_Instructions to follow:_
Look through the entries below for the string "medium", and copy each line where it is found.

_Records for this exercise:_
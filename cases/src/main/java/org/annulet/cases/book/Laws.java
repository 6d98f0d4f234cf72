package org.annulet.cases.book;

import java.util.ArrayList;
import java.util.List;
import java.util.Locale;
import org.annulet.solver.boundary.ChokedNozzle;
import org.annulet.solver.boundary.EdgeGas;
import org.annulet.solver.boundary.EndCorrection;
import org.annulet.solver.boundary.QuarterWaveTube;
import org.annulet.solver.boundary.ResonatorChain;
import org.annulet.solver.medium.Air;
import org.annulet.solver.medium.Combustion;
import org.annulet.solver.medium.FuelBlend;
import org.annulet.solver.medium.FuelComponent;
import org.annulet.solver.medium.PerfectGas;
import org.apache.commons.math3.complex.Complex;

/** The laws of gas, dampers and nozzle against known values. */
final class Laws {
  private static final double RHO = 2;
  private static final double C = 800;

  private final List<LawCheck> checks = new ArrayList<>();

  private Laws() {}

  static List<LawCheck> all() {
    Laws laws = new Laws();
    laws.soundSpeedOfAir();
    laws.burntMethane();
    laws.flameTemperature();
    laws.resonator();
    laws.quarterWaveTube();
    laws.nozzle();
    return List.copyOf(laws.checks);
  }

  private void add(String row, String quantity, double ours, double theirs, double tolerance) {
    add(row, quantity, ours, theirs, tolerance, "closed form");
  }

  private void add(
      String row, String quantity, double ours, double theirs, double tolerance, String source) {
    checks.add(new LawCheck(row, quantity, ours, theirs, tolerance, source));
  }

  private void soundSpeedOfAir() {
    double[][] standard = {
      {0, 288.150, 340.294},
      {1000, 281.651, 336.435},
      {5000, 255.676, 320.546},
      {11000, 216.774, 295.154},
      {20000, 216.650, 295.070}
    };
    for (double[] s : standard) {
      add(
          name("B1.%.0f", s[0]),
          name("sound speed at %.3f K [m/s]", s[1]),
          new PerfectGas(8314.32 / 28.9644, 1.4).soundSpeed(s[1], 101325),
          s[2],
          1e-3,
          "US Standard Atmosphere 1976");
    }
    double[][] real = {
      {288.15, 340.320},
      {500, 446.110},
      {800, 557.543},
      {1000, 619.306},
      {1500, 751.233},
      {2000, 863.240}
    };
    for (double[] s : real) {
      add(
          "B5." + (s[0] == 288.15 ? "288.15" : name("%.0f", s[0])),
          name("sound speed of dry air at %.2f K [m/s]", s[0]),
          Air.dry().soundSpeed(s[0], 101325),
          s[1],
          3.5e-4 * s[1],
          "NASA/TP-2002-211556, 9-coefficient data; ours has the 7-coefficient fits of 1993");
    }
  }

  private void burntMethane() {
    double[][] burnt = {
      {0.5, 1500, 753.865}, {0.5, 1800, 822.786}, {0.6, 1800, 823.188}, {0.7, 2000, 866.545}
    };
    for (double[] s : burnt) {
      add(
          name("B6.%.1f.%.0f", s[0], s[1]),
          name("sound speed of burnt methane, φ = %.1f, %.0f K [m/s]", s[0], s[1]),
          methane(s[0]).products().soundSpeed(s[1], 1e5),
          s[2],
          5e-4 * s[2],
          "NASA 9-coefficient data, complete combustion");
    }
  }

  private void flameTemperature() {
    double[][] hot = {{0.5, 300, 1482.272}, {0.7, 300, 1848.379}, {0.6, 700, 1988.999}};
    for (double[] s : hot) {
      add(
          name("B8.%.1f.%.0f", s[0], s[1]),
          name("adiabatic flame temperature of methane, φ = %.1f from %.0f K [K]", s[0], s[1]),
          methane(s[0]).adiabaticFlameTemperature(s[1], s[1]),
          s[2],
          1.5,
          "GRI-Mech 3.0 data, no dissociation; ours has other fits of the same species");
    }
  }

  private static Combustion methane(double phi) {
    return new Combustion(FuelBlend.pure(FuelComponent.METHANE), Air.oxygenNitrogen(), phi);
  }

  private void resonator() {
    double[][] corrections = {{0, 1128.37917}, {0.85, 1024.74117}, {1.7, 945.25205}};
    for (int k = 0; k < corrections.length; k++) {
      add(
          "F1." + k,
          "Helmholtz resonator, neck 20 mm with corrections of "
              + corrections[k][0]
              + " a, frequency [Hz]",
          neck(0.02 + corrections[k][0] * 0.005, 0).firstStageFrequency(),
          corrections[k][1],
          1e-4);
    }
    add(
        "F1.3",
        "Helmholtz resonator, piston correction outside, reduced inside, frequency [Hz]",
        neck(0.02 + (EndCorrection.PISTON + EndCorrection.intoVolume(0.25)) * 0.005, 0)
            .firstStageFrequency(),
        968.25423,
        1e-4);
    for (double[] s : new double[][] {{150, -1.299758}, {500, -0.288081}}) {
      Complex at = new Complex(0, 2 * Math.PI * s[0]);
      ResonatorChain resonator = neck(0.0285, 0.05);
      Complex z = at.divide(resonator.flow().value(at)).multiply(resonator.mouthArea() / (RHO * C));
      add(
          name("F2.%.0f", s[0]),
          name("resonator, Im Z/(ρc) at %.0f Hz", s[0]),
          z.getImaginary(),
          s[1],
          1e-6);
    }
  }

  private static ResonatorChain neck(double length, double resistance) {
    double area = Math.PI * 0.005 * 0.005;
    return new ResonatorChain(
        RHO, C, List.of(new ResonatorChain.Stage(area, length, resistance, 50e-6)));
  }

  private void quarterWaveTube() {
    for (double[] s : new double[][] {{500, -0.66817864}, {700, -0.19891237}, {900, 0.19891237}}) {
      Complex at = new Complex(0, 2 * Math.PI * s[0]);
      QuarterWaveTube tube =
          new QuarterWaveTube(RHO, C, new QuarterWaveTube.Mouth(Math.PI * 1e-4, 0.25, 0));
      Complex z = at.divide(tube.flow().value(at)).multiply(tube.mouthArea() / (RHO * C));
      add(
          name("F4.%.0f", s[0]),
          name("quarter-wave tube, Im Z/(ρc) at %.0f Hz", s[0]),
          z.getImaginary(),
          s[1],
          1e-7);
    }
  }

  private void nozzle() {
    for (double[] s : new double[][] {{1.4, 0.1, 0.02}, {1.3, 0.05, 0.0075}, {1.25, 0.2, 0.025}}) {
      add(
          "F7." + s[0] + "." + s[1],
          name("choked nozzle, admittance, γ = %.2f, Mach %.2f", s[0], s[1]),
          new ChokedNozzle(s[1])
              .admittance(new EdgeGas(1, 1, s[0]))
              .value(new Complex(0, 1000))
              .getReal(),
          s[2],
          1e-12,
          "Marble & Candel 1977, J. Sound Vib. 55, 225 (from memory)");
    }
  }

  private static String name(String format, Object... values) {
    return String.format(Locale.ROOT, format, values);
  }
}
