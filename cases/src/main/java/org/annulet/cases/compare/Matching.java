package org.annulet.cases.compare;

import java.util.ArrayList;
import java.util.Arrays;
import java.util.Comparator;
import java.util.List;
import java.util.Optional;
import org.annulet.cases.read.ModeTable;

/** Matches our modes with the rows of a table, one to one; see the package's rule. */
final class Matching {
  /** Costs that differ by less cannot tell two assignments apart. */
  static final double NEARLY = 0.15;

  private static final double NO_MATCH = 1;
  private static final double FORBIDDEN = 1e6;

  private final List<OurMode> ours;
  private final List<ModeTable.Row> theirs;
  private final double within;

  private Matching(List<OurMode> ours, List<ModeTable.Row> theirs, double within) {
    this.ours = List.copyOf(ours);
    this.theirs = List.copyOf(theirs);
    this.within = within;
  }

  /**
   * The matches, by frequency; what only one side has stands among them. Our modes outside the
   * window appear only where they match.
   *
   * @param within largest |Δs|/|s| of a match
   */
  static List<Match> of(List<OurMode> ours, List<ModeTable.Row> theirs, double within) {
    return new Matching(ours, theirs, within).run();
  }

  private List<Match> run() {
    double[][] cost = costs();
    int[] column = Assignment.cheapest(cost);
    double best = Assignment.total(cost, column);
    OurMode[] partner = new OurMode[theirs.size()];
    OurMode[] second = new OurMode[theirs.size()];
    boolean[] used = new boolean[ours.size()];
    for (int i = 0; i < theirs.size(); i++) {
      if (column[i] < ours.size()) {
        partner[i] = ours.get(column[i]);
        used[column[i]] = true;
      }
    }
    List<Match> all = new ArrayList<>();
    for (int i = 0; i < theirs.size(); i++) {
      if (partner[i] == null) {
        all.add(
            new Match(
                Optional.empty(),
                Optional.empty(),
                Optional.of(theirs.get(i)),
                i + 1,
                Double.NaN,
                Optional.empty()));
        continue;
      }
      int other = other(partner[i]);
      if (other >= 0 && !used[other] && cost[i][other] <= NO_MATCH) {
        second[i] = ours.get(other);
        used[other] = true;
      }
      all.add(
          new Match(
              Optional.of(partner[i]),
              Optional.ofNullable(second[i]),
              Optional.of(theirs.get(i)),
              i + 1,
              correlation(partner[i], theirs.get(i)),
              rival(cost, i, column, best)));
    }
    for (int j = 0; j < ours.size(); j++) {
      if (!used[j] && ours.get(j).inside()) {
        all.add(
            new Match(
                Optional.of(ours.get(j)),
                Optional.empty(),
                Optional.empty(),
                0,
                Double.NaN,
                Optional.empty()));
      }
    }
    all.sort(
        Comparator.comparingDouble(
            (Match m) ->
                m.ours().map(OurMode::frequency).orElseGet(() -> m.theirs().get().frequency())));
    return List.copyOf(all);
  }

  /** Costs of our modes, then of no match for every row. */
  private double[][] costs() {
    double[][] cost = new double[theirs.size()][ours.size() + theirs.size()];
    for (int i = 0; i < cost.length; i++) {
      Arrays.fill(cost[i], FORBIDDEN);
      cost[i][ours.size() + i] = NO_MATCH;
      for (int j = 0; j < ours.size(); j++) {
        double c = cost(ours.get(j), theirs.get(i));
        cost[i][j] = c <= NO_MATCH ? c : FORBIDDEN;
      }
    }
    return cost;
  }

  private double cost(OurMode a, ModeTable.Row b) {
    if (a.order() >= 0 && b.order() >= 0 && a.order() != b.order()) {
      return FORBIDDEN;
    }
    double omega = 2 * Math.PI * a.frequency();
    double distance =
        Math.hypot(
            2 * Math.PI * (b.frequency() - a.frequency()),
            b.hasGrowth() ? b.growthRate() - a.growthRate() : 0);
    double c = distance / (within * Math.hypot(omega, a.growthRate()));
    double mac = correlation(a, b);
    return Double.isNaN(mac) ? c : Math.hypot(c, 2 * (1 - mac));
  }

  /** The modal assurance criterion at their places; NaN where a shape is missing. */
  static double correlation(OurMode a, ModeTable.Row b) {
    if (a.shape() == null || b.shape().isEmpty()) {
      return Double.NaN;
    }
    ModeTable.Shape theirs = b.shape().get();
    ModeTable.Shape ours = a.shape();
    double re = 0;
    double im = 0;
    double aa = 0;
    double bb = 0;
    int last = ours.x().length - 1;
    double slack = 1e-6 * (ours.x()[last] - ours.x()[0]);
    for (int k = 0; k < theirs.x().length; k++) {
      double x = theirs.x()[k];
      if (x < ours.x()[0] - slack || x > ours.x()[last] + slack) {
        continue; // no gas there
      }
      double ar = at(ours.x(), ours.re(), x);
      double ai = at(ours.x(), ours.im(), x);
      double br = theirs.re()[k];
      double bi = theirs.im()[k];
      re += ar * br + ai * bi;
      im += ar * bi - ai * br;
      aa += ar * ar + ai * ai;
      bb += br * br + bi * bi;
    }
    return aa > 0 && bb > 0 ? (re * re + im * im) / (aa * bb) : Double.NaN;
  }

  private static double at(double[] x, double[] y, double at) {
    int k = Arrays.binarySearch(x, at);
    if (k >= 0) {
      return y[k];
    }
    int i = Math.max(1, Math.min(x.length - 1, -k - 1));
    double t = Math.max(0, Math.min(1, (at - x[i - 1]) / (x[i] - x[i - 1])));
    return (1 - t) * y[i - 1] + t * y[i];
  }

  private int other(OurMode mode) {
    for (int j = 0; j < ours.size(); j++) {
      if (mode.partner() > 0 && ours.get(j).number() == mode.partner()) {
        return j;
      }
    }
    return -1;
  }

  /** What a row might be instead, where that costs little more in all. */
  private Optional<String> rival(double[][] cost, int row, int[] column, double best) {
    double[][] without = cost.clone();
    without[row] = cost[row].clone();
    without[row][column[row]] = FORBIDDEN;
    int other = other(ours.get(column[row]));
    if (other >= 0) {
      without[row][other] = FORBIDDEN;
    }
    int[] next = Assignment.cheapest(without);
    if (Assignment.total(without, next) - best >= NEARLY) {
      return Optional.empty();
    }
    return Optional.of(
        next[row] < ours.size()
            ? "mode " + ours.get(next[row]).number() + " is nearly as near"
            : "it is nearly too far for a match");
  }
}
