package org.annulet.cases.book;

import java.util.ArrayList;
import java.util.Arrays;
import java.util.Comparator;
import java.util.List;
import java.util.OptionalDouble;
import org.annulet.cases.read.CaseFile;
import org.annulet.cases.study.CaseProblem;
import org.annulet.cases.study.ChamberShape;
import org.annulet.solver.eigen.ModeSearch;
import org.annulet.solver.eigen.SearchSettings;
import org.annulet.solver.modes.Mode;
import org.annulet.solver.modes.Window;

/**
 * True errors of a chamber on nested meshes, each with half the triangle sides of the one before.
 *
 * @param chamber name
 * @param triangles number of triangles of each mesh, shape [meshes]
 * @param errors relative error |Δs|/|s| of each known value on each mesh, shape [values][meshes];
 *     NaN where a mesh is too coarse to show the mode
 */
public record Convergence(String chamber, int[] triangles, double[][] errors) {
  private static final int MESHES = 4;

  /** Sides of the finest triangles over those the case asks for. */
  private static final double SCALE = 0.5;

  /** A relative error below this is rounding of the known value; no order is read from it. */
  private static final double ROUNDING = 2e-7;

  static Convergence of(String chamber, CaseFile caseFile, List<KnownValue> known) {
    double[][] errors = new double[known.size()][MESHES];
    int[] triangles = new int[MESHES];
    List<ChamberShape> ladder = ChamberShape.ladder(caseFile, MESHES, SCALE);
    for (int level = 0; level < MESHES; level++) {
      ChamberShape shape = ladder.get(level);
      triangles[level] = shape.mesh().triangleCount();
      List<Found> modes = modes(CaseProblem.on(caseFile, shape), wider(caseFile.window()));
      for (int k = 0; k < known.size(); k++) {
        errors[k][level] = take(modes, known.get(k));
      }
    }
    return new Convergence(chamber, triangles, errors);
  }

  /** The largest error on each mesh, shape [meshes]. */
  public double[] worst() {
    double[] worst = new double[triangles.length];
    for (int level = 0; level < worst.length; level++) {
      for (double[] value : errors) {
        worst[level] = Math.max(worst[level], value[level]);
      }
    }
    return worst;
  }

  /**
   * The observed order p, error ~ h^p, between the two finest meshes: median over the values whose
   * error is not rounding; empty when there are none.
   */
  public OptionalDouble observedOrder() {
    int last = triangles.length - 1;
    double[] orders =
        Arrays.stream(errors)
            .filter(e -> e[last] > ROUNDING && e[last - 1] > 0)
            .mapToDouble(e -> Math.log(e[last - 1] / e[last]) / Math.log(2))
            .sorted()
            .toArray();
    return orders.length == 0
        ? OptionalDouble.empty()
        : OptionalDouble.of(orders[orders.length / 2]);
  }

  private record Found(Integer order, Mode mode) {
    double distance(KnownValue value) {
      return Math.hypot(
          mode.growthRate() - value.growthRate(),
          2 * Math.PI * (mode.frequency() - value.frequency()));
    }
  }

  private static List<Found> modes(CaseProblem problem, Window window) {
    List<Found> modes = new ArrayList<>();
    for (CaseProblem.Part part : problem.parts()) {
      for (Mode mode :
          ModeSearch.find(part.assembled().operator(), window, SearchSettings.standard()).modes()) {
        modes.add(new Found(part.order(), mode));
        if (part.copies() == 2 && part.order() == null) {
          modes.add(new Found(null, mode));
        }
      }
    }
    return modes;
  }

  /** The error of the nearest mode, which is then taken. */
  private static double take(List<Found> modes, KnownValue value) {
    return modes.stream()
        .filter(m -> value.order().isEmpty() || m.order == value.order().getAsInt())
        .min(Comparator.comparingDouble(m -> m.distance(value)))
        .map(
            m -> {
              modes.remove(m);
              return m.distance(value)
                  / Math.hypot(value.growthRate(), 2 * Math.PI * value.frequency());
            })
        .orElse(Double.NaN);
  }

  /** A coarse mesh moves modes over the window's edge, upwards above all. */
  private static Window wider(Window w) {
    return new Window(
        0.95 * w.lowestFrequency(),
        1.1 * w.highestFrequency(),
        w.lowestGrowth(),
        w.highestGrowth());
  }
}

_Answer for the task:_
import org.annulet.solver.medium.Air;
import org.annulet.solver.medium.Combustion;
import org.annulet.solver.medium.FuelBlend;
import org.annulet.solver.medium.FuelComponent;
import org.annulet.solver.medium.PerfectGas;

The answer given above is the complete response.